Open rajagurunath opened 3 years ago
Hi @rajagurunath
I really like this idea. I am also not an expert in dbt
, but I see it popping up in many discussions around data engineering in the last months - so it should definitely be on our agenda. Having a quick look into the dbt
documentation, I have seen the following things:
create schema
(currently there is just a single schema, but that is something we should fix in the long run anyway https://github.com/nils-braun/dask-sql/issues/203) and the other is the create table
: dask-sql does not have a robust persistent metadata store where we actually create the tables. All we do is add a reference in the in-memory dictionary. I have no idea if that is enough for dbt (because it will be gone whenever the dask-sql server is restarted).Maybe, if you have already tested the macros with dbt-presto
can you summarize your findings here? That would be cool!
And last but not least I would be very interested in the opinion of @goodwanghan - because I think fugue-sql and dbt share some common goals. Han, have you worked with dbt already? How does it relate to fugue-sql?

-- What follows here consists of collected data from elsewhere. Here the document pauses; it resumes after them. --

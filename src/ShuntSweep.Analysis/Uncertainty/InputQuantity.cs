namespace ShuntSweep.Analysis.Uncertainty;

/// <summary>The probability distribution assigned to an input quantity.</summary>
public enum InputDistribution
{
    /// <summary>Gaussian with the given standard uncertainty.</summary>
    Normal,

    /// <summary>Uniform over ±√3·u (a rectangular limit, Type B).</summary>
    Rectangular,

    /// <summary>Scaled and shifted t with ν degrees of freedom (a Type A mean of ν + 1 observations, JCGM 101 6.4.9).</summary>
    StudentT,
}

/// <summary>One input of a measurement model: its estimate, standard uncertainty, degrees of freedom and distribution.</summary>
/// <param name="Name">What the input is, for the budget table.</param>
/// <param name="Value">The estimate xᵢ.</param>
/// <param name="StandardUncertainty">u(xᵢ).</param>
/// <param name="DegreesOfFreedom">νᵢ; infinity for a Type B input taken as exactly known.</param>
/// <param name="Distribution">The distribution used by the Monte Carlo cross-check.</param>
public sealed record InputQuantity(string Name, double Value, double StandardUncertainty, double DegreesOfFreedom, InputDistribution Distribution);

Not completed my exploration on dbt + presto (dask_sql), But here are few findings so far (Apologies if something was wrong) :
DB Connection, TRANSACTION, and Execution:
SQL compatibility:
It seems from above links, adapters.sql must implement following two functions all other macros are optional
get_columns_in_relation (so far no issue with this query not sure where it will work in real scenerios)
describe table '{{ relation.identifier }}'
# relation.identifier get replaced with table name
list_relations_without_caching
select table_catalog as database,
table_name as name,
table_schema as schema,
case when table_type = 'BASE TABLE' then 'table'
when table_type = 'VIEW' then 'view'
else table_type
end as table_type
from {{ relation.schema }}.information_schema
I temporarily created the information_schema table and registered it in the context as a temporary fix.
As you mentioned, implementing different schema creation features is definitely good to have.
As you mentioned above (create table
), there are lot of macros under materializations (like table/view/incremental tables/snapshots, etc and the ml model also needs some form of special materialization I guess. ) but these macros are also optional i guess.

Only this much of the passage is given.